É uma solução para reduzir os fungicidas?
Se vamos ter legislação a obrigar-nos a reduzir os fungicidas em 50%, como já existe em França, temos de encontrar uma solução. Mas é muito difícil obter autorização do governo. É compreensível. Se alguma coisa correr mal, vão rolar cabeças entre os funcionários públicos. Tem de haver um bode expiatório se algo correr mal. Por isso, têm medo e ninguém quer fazer nada. Recapitulando: mudança de clima, alta qualidade e resistência das plantas. Estas são as três linhas que seguimos neste momento.
Um alemão a viver há tantos anos em Montemor já se sente um pouco alentejano?
É metade da minha vida aqui.
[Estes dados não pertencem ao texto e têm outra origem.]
"""Where the loop with its limiter's own load has no phase, and how much gain it has to spare there.

The describing function scales the gain and nothing else, so it moves along g where the circuit's other symbols stay;
`frequency_hz` of an op-amp stage moves RF instead, and with it load and bandwidth. The two differ.
"""

from __future__ import annotations

from dataclasses import dataclass

import numpy as np
from numpy.typing import NDArray

from yieldosc.settle.transfer import Response
from yieldosc.solver.crossings import Split, newton, real_roots

Array = NDArray[np.float64]
NEAR = np.log(1.25)  # a Newton run that went further in ln ω is compared with all roots


@dataclass(frozen=True, slots=True)
class FirstHarmonic:
    """ω (n,) in scaled variables and the excess gain H(jω) there, real; nan where the loop has none above 1."""

    omega: Array
    excess: Array


def first_harmonic(network: Response, omega: Array) -> FirstHarmonic:
    """The zero-phase frequency nearest to omega (n,) at which the loop gain exceeds 1, by Newton, else by all roots."""
    split = Split.of(network.a, [-c for c in network.b])
    with np.errstate(divide="ignore", invalid="ignore"):
        x, good, _ = newton(split, omega * omega)
        excess = 1 / split.gain(x)
        found = good & (excess > 0) & (np.abs(np.log(x / (omega * omega))) <= 2 * NEAR)
    rows = np.flatnonzero(~found & np.isfinite(omega))
    x = np.where(found, x, np.nan)
    if rows.size:
        x[rows] = _nearest(split.take(rows), omega[rows])
    with np.errstate(divide="ignore", invalid="ignore"):
        excess = 1 / split.gain(x)
    return FirstHarmonic(np.sqrt(x), excess)


def _nearest(split: Split, omega: Array) -> Array:
    """Root x of zero phase nearest in |ln ω|, those with a loop gain above 1 first; nan where there is none."""
    x, _ = real_roots(split, split.all_roots())
    with np.errstate(divide="ignore", invalid="ignore"):
        excess = np.stack([1 / split.gain(column) for column in x.T], axis=1)
        distance = np.abs(np.log(np.sqrt(x) / omega[:, None])) + np.where(excess > 1, 0.0, 100.0)
    distance = np.where(np.isfinite(distance) & (excess > 0), distance, np.inf)
    column = np.argmin(distance, axis=1)
    rows = np.arange(len(omega))
    return np.where(np.isfinite(distance[rows, column]), x[rows, column], np.nan)
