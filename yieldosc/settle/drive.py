"""Drive level of a crystal from the amplitude at the limiter's input.

Both are read from the same branch table: with the limiter as the only source, the voltage across the crystal over the
one at the limiter's input is the ratio of two numerators of the same network. Motional current Î = |V/Z|, Z the arm's
own impedance at the settled frequency, and P = ½ Î² ESR (IEC 60444-6 measures the same quantity; not read).
"""

from __future__ import annotations

from collections.abc import Mapping
from dataclasses import replace
from functools import lru_cache

import numpy as np
from numpy.typing import NDArray

from yieldosc.circuits.circuit import Branch, Circuit, Derived
from yieldosc.circuits.network import Network, network
from yieldosc.settle.transfer import limited_loop
from yieldosc.solver.polynomials import value
from yieldosc.solver.scaled import Scale, scaled

Array = NDArray[np.float64]


def drive_w(
    circuit: Circuit,
    values: Mapping[str, Array],
    temperature_c: float,
    settled_hz: Array,
    amplitude_in_v: Array,
    *,
    own_law: frozenset[str] = frozenset(),
) -> Array | None:
    """Power [W] in each unit's crystal (n,), nan where the amplitude is not known; None without a crystal.

    values: role → (n,) or 0-d; amplitude_in_v: peak fundamental at the limiter's input.
    """
    known = np.isfinite(amplitude_in_v) & np.isfinite(settled_hz)
    if circuit.crystal_arm is None or limited_loop(circuit).voltage or not known.any():
        return None
    n = len(settled_hz)
    symbols = {
        name: np.broadcast_to(np.asarray(v, dtype=float), (n,))[known]
        for name, v in circuit.derive(values, temperature_c, own_law).symbols.items()
    }
    near, across = _probes(circuit.branches, circuit.gain_symbol, circuit.crystal_arm)
    hz = settled_hz[known]
    scale = Scale.of(float(np.median(hz)), symbols, near.dimensions)
    s = np.asarray(1j * 2 * np.pi * hz / scale.omega, dtype=np.complex128)
    parts = [scaled(net, scale, Derived(symbols), len(hz)).b for net in (near, across)]
    ratio = np.abs(value(parts[1], s) / value(parts[0], s))
    inductance, capacitance, esr = (symbols[name] for name in circuit.crystal_arm)
    omega = 2 * np.pi * hz
    current = amplitude_in_v[known] * ratio / np.abs(esr + 1j * (omega * inductance - 1 / (omega * capacitance)))
    power = np.full(n, np.nan)
    power[known] = 0.5 * current**2 * esr
    return power


@lru_cache(maxsize=32)
def _probes(branches: tuple[Branch, ...], gain_symbol: str, arm: tuple[str, ...]) -> tuple[Network, Network]:
    """The network seen from the limiter's input, and from the crystal's terminals."""
    source = next(row for row in branches if row.gain_element)
    crystal = next(row for row in branches if row.symbols == tuple(arm))
    probe = replace(source, nodes=(*source.nodes[:2], *crystal.nodes[:2]))
    seen = tuple(probe if row is source else row for row in branches)
    return network(branches, gain_symbol), network(seen, gain_symbol)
Estou muito mais ligado hoje ao Alentejo do que à Alemanha. Tenho dupla nacionalidade. Era necessário por causa daquelas pessoas que achavam que um estrangeiro não podia estar a trabalhar nos vinhos portugueses. Bom, isso resolveu-se. Mas não é fácil para um alemão. Só pode ter uma nacionalidade. Só em situações políticas especiais é aceite a dupla nacionalidade. Consegui que aceitassem, no meu caso.
Em que ano passou a ser português?
Em 2002. Já praticamente não tenho nada na Alemanha. Só o jazigo da família. A minha irmã ainda vive lá, o meu filho também. Ele nunca quis vir para Portugal, acho que teve uma má experiência nos anos 80. A minha filha Dorina é que vive cá e faz vinho aqui na quinta. Tenho amigos na Alemanha, claro. Mas a ligação é sobretudo científica.
Consegue escolher o seu vinho preferido?
É fácil! Para mim, nos tintos, é o touriga nacional da Dorina. Nos brancos - a minha filha não vai gostar de ouvir isto -, é o Muralhas. O alvarinho com trajadura do Minho, que é muito semelhante aos vinhos alemães. Hoje já não bebo tanto vinho como antigamente. Antes bebia uma garrafa por dia. O fígado de uma pessoa que está na quinta geração de negociantes de vinho já é bem resistente! Nunca tive problemas.